● Aim of the exercise
The records should be restated exactly from their first line through the line with "const plainTextSchema = (longest: number, empty: string)" in it.

________________

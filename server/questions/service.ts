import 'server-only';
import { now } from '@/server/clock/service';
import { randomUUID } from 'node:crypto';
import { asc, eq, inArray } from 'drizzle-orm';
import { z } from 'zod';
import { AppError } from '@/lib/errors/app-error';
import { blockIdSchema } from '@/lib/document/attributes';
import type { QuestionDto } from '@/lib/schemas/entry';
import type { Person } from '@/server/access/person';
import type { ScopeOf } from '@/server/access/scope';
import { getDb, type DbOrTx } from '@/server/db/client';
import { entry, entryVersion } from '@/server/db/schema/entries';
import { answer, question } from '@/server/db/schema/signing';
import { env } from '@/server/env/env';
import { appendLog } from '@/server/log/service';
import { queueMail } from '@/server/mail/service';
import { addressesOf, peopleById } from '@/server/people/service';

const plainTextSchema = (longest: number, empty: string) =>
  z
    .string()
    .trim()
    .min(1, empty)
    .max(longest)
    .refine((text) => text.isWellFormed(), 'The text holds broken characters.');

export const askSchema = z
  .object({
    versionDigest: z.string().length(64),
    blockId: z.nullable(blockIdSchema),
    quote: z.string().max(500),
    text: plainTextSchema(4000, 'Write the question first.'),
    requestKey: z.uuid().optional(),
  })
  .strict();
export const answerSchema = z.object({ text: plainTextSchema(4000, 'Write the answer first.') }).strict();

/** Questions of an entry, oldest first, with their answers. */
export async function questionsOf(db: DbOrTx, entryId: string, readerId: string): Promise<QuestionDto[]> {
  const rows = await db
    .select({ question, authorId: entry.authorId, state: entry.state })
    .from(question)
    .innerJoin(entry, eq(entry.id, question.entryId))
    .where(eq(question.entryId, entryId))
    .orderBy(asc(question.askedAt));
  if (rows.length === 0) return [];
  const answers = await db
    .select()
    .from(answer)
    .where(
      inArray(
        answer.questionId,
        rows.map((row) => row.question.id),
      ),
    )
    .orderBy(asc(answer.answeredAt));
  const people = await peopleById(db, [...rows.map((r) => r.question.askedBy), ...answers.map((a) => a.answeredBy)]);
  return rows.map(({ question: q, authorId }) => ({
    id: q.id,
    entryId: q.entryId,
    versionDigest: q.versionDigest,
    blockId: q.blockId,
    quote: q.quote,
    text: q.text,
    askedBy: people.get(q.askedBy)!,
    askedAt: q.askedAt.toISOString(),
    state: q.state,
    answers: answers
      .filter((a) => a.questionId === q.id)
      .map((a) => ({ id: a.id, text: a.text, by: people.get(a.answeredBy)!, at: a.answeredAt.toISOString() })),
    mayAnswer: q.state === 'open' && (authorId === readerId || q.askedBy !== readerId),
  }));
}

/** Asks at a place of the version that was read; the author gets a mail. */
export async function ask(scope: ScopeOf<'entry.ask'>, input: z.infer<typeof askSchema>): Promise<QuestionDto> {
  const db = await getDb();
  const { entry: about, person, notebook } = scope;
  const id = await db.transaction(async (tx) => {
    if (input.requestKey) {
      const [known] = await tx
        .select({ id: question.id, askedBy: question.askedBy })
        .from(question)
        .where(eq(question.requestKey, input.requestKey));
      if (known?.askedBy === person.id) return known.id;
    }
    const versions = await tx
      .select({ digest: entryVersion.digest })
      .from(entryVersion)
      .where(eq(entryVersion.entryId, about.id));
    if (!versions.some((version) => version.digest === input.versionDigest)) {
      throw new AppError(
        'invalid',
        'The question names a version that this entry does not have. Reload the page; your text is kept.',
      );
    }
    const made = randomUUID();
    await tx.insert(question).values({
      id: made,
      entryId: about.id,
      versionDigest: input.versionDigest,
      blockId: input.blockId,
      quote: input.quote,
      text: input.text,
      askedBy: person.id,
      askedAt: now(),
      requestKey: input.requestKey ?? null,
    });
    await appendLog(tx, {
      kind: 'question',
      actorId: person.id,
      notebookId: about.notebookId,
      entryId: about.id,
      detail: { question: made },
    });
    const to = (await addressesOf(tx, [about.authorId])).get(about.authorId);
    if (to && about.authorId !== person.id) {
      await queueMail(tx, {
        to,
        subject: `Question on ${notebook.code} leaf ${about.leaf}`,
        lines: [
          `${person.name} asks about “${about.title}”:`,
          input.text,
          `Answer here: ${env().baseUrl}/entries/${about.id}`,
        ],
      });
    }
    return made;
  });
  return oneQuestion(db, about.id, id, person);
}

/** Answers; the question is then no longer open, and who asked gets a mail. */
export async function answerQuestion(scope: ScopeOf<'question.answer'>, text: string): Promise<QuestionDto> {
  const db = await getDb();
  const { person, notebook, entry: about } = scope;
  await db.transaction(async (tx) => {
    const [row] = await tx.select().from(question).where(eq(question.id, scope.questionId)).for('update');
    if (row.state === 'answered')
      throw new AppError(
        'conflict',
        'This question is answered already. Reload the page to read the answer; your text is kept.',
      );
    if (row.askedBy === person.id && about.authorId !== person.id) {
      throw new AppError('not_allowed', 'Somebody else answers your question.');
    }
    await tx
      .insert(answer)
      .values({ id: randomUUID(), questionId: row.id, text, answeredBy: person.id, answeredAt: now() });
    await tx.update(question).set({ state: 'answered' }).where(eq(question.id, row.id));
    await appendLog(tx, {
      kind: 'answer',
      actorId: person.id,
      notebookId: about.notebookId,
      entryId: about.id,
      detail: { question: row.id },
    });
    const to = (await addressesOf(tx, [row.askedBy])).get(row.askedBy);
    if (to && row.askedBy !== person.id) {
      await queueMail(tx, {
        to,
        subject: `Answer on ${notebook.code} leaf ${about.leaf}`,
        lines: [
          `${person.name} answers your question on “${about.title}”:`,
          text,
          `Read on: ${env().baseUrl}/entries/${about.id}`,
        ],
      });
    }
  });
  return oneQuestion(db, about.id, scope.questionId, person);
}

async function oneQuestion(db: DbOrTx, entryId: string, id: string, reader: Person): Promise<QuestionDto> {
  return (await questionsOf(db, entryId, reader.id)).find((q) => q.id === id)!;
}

________________

● Result of this task
filename server/questions/service.ts
import 'server-only';
import { now } from '@/server/clock/service';
import { randomUUID } from 'node:crypto';
import { asc, eq, inArray } from 'drizzle-orm';
import { z } from 'zod';
import { AppError } from '@/lib/errors/app-error';
import { blockIdSchema } from '@/lib/document/attributes';
import type { QuestionDto } from '@/lib/schemas/entry';
import type { Person } from '@/server/access/person';
import type { ScopeOf } from '@/server/access/scope';
import { getDb, type DbOrTx } from '@/server/db/client';
import { entry, entryVersion } from '@/server/db/schema/entries';
import { answer, question } from '@/server/db/schema/signing';
import { env } from '@/server/env/env';
import { appendLog } from '@/server/log/service';
import { queueMail } from '@/server/mail/service';
import { addressesOf, peopleById } from '@/server/people/service';

const plainTextSchema = (longest: number, empty: string) =>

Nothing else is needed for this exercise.